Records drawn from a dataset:
== Segment start ==
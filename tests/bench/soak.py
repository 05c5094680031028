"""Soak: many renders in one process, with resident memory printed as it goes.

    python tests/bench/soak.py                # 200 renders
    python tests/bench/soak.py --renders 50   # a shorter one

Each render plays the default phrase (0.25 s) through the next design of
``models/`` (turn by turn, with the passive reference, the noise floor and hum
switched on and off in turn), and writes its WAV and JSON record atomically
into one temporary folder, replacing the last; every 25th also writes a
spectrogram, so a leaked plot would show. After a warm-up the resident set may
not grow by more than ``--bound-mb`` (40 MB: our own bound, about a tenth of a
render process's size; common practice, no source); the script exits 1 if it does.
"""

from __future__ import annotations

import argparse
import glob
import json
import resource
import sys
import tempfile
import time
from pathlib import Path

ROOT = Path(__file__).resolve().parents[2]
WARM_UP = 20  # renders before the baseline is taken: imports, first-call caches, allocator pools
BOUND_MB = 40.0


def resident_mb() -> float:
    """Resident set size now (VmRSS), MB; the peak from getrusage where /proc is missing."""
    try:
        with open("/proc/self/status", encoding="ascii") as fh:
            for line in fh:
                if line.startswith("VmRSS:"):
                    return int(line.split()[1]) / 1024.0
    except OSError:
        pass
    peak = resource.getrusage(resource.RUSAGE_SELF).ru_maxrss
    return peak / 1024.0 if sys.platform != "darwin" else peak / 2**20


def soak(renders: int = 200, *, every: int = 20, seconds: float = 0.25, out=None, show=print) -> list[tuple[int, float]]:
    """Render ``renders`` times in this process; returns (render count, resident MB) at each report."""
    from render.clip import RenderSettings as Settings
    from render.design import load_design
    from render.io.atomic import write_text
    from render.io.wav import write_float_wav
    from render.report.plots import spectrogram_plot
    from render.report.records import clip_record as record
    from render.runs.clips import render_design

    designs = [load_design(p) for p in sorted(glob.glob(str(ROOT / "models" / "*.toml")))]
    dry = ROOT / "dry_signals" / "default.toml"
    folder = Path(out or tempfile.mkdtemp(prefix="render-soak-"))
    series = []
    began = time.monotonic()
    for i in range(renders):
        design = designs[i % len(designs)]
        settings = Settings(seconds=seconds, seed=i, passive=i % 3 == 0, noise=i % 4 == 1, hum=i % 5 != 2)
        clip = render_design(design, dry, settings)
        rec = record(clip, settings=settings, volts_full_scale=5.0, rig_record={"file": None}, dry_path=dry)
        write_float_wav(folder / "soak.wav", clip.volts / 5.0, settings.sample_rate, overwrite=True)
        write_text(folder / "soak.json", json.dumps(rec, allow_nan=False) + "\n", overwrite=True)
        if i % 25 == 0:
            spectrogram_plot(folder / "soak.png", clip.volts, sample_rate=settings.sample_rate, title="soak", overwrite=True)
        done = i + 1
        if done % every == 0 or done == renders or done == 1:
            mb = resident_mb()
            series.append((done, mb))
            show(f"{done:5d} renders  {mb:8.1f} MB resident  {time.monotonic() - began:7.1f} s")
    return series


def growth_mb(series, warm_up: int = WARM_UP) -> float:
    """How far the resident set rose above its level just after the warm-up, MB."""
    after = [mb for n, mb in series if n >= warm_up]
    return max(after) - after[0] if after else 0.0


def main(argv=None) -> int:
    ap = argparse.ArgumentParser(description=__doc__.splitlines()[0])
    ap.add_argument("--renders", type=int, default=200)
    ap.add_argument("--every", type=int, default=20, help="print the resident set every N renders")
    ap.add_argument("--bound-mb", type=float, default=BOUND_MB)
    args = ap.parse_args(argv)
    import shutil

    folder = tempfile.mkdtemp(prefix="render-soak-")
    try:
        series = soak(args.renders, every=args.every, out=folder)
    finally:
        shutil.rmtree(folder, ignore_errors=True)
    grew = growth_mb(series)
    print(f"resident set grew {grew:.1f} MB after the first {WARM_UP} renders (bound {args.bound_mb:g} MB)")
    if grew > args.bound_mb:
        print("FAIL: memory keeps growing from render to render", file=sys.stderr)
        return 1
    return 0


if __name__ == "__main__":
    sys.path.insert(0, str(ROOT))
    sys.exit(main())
== Segment end ==
== Segment start ==
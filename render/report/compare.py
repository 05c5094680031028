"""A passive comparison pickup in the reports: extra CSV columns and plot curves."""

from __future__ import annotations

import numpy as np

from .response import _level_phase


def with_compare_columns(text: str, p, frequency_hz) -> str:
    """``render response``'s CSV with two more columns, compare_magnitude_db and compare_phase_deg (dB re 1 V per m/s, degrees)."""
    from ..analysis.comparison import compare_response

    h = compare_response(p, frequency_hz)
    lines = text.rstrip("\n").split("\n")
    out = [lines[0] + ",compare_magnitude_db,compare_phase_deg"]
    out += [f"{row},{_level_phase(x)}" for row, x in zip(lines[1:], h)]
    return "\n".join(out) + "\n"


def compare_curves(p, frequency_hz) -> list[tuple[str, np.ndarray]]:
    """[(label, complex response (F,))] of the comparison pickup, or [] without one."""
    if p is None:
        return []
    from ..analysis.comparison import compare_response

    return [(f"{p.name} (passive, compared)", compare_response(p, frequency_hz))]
== Segment end ==
== Segment start ==
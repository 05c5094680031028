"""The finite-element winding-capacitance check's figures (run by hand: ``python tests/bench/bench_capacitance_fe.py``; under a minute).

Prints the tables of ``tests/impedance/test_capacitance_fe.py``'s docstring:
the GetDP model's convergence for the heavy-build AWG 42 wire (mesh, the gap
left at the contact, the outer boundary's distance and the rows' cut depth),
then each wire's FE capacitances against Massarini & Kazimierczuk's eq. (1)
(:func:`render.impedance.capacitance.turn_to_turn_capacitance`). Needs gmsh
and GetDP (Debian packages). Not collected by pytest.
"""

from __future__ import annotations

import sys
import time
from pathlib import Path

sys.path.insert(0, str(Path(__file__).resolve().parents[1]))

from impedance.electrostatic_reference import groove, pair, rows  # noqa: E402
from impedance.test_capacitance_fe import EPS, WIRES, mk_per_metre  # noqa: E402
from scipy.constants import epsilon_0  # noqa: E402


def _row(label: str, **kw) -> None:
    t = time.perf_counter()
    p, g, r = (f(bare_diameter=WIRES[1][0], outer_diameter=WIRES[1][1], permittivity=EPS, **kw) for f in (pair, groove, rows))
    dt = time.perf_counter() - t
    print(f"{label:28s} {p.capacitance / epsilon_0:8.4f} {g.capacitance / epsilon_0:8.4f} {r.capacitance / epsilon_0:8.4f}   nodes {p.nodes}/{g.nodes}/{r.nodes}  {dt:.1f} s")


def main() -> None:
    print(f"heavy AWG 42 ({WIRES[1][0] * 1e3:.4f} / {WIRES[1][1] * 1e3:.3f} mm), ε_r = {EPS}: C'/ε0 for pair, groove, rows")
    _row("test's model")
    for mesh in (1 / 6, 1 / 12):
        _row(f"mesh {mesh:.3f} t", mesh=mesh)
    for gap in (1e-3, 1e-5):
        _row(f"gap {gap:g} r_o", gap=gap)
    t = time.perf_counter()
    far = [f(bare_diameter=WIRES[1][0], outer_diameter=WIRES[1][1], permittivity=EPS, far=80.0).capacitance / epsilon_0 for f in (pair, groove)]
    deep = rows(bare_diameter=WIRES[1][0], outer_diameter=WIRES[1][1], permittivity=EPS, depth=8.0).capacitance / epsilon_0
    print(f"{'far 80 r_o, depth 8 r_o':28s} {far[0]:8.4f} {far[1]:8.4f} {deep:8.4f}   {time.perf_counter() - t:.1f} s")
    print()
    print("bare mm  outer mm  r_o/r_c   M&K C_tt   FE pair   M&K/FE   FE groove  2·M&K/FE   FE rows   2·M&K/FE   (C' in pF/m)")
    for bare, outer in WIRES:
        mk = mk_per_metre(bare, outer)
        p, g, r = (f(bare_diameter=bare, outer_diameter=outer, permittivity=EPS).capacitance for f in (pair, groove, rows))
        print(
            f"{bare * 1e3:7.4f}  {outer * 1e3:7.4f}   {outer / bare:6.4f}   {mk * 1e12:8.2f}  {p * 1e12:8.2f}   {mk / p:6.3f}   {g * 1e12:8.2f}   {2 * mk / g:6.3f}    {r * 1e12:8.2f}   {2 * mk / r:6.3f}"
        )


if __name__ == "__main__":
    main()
== Segment end ==
**Exercise details**. All that is wanted is the stretch of lines above from the one containing "from render.report.plots import" through the one containing "import shutil", duplicated exactly.

**Reply to the task**.
    from render.report.plots import spectrogram_plot
    from render.report.records import clip_record as record
    from render.runs.clips import render_design

    designs = [load_design(p) for p in sorted(glob.glob(str(ROOT / "models" / "*.toml")))]
    dry = ROOT / "dry_signals" / "default.toml"
    folder = Path(out or tempfile.mkdtemp(prefix="render-soak-"))
    series = []
    began = time.monotonic()
    for i in range(renders):
        design = designs[i % len(designs)]
        settings = Settings(seconds=seconds, seed=i, passive=i % 3 == 0, noise=i % 4 == 1, hum=i % 5 != 2)
        clip = render_design(design, dry, settings)
        rec = record(clip, settings=settings, volts_full_scale=5.0, rig_record={"file": None}, dry_path=dry)
        write_float_wav(folder / "soak.wav", clip.volts / 5.0, settings.sample_rate, overwrite=True)
        write_text(folder / "soak.json", json.dumps(rec, allow_nan=False) + "\n", overwrite=True)
        if i % 25 == 0:
            spectrogram_plot(folder / "soak.png", clip.volts, sample_rate=settings.sample_rate, title="soak", overwrite=True)
        done = i + 1
        if done % every == 0 or done == renders or done == 1:
            mb = resident_mb()
            series.append((done, mb))
            show(f"{done:5d} renders  {mb:8.1f} MB resident  {time.monotonic() - began:7.1f} s")
    return series


def growth_mb(series, warm_up: int = WARM_UP) -> float:
    """How far the resident set rose above its level just after the warm-up, MB."""
    after = [mb for n, mb in series if n >= warm_up]
    return max(after) - after[0] if after else 0.0


def main(argv=None) -> int:
    ap = argparse.ArgumentParser(description=__doc__.splitlines()[0])
    ap.add_argument("--renders", type=int, default=200)
    ap.add_argument("--every", type=int, default=20, help="print the resident set every N renders")
    ap.add_argument("--bound-mb", type=float, default=BOUND_MB)
    args = ap.parse_args(argv)
    import shutil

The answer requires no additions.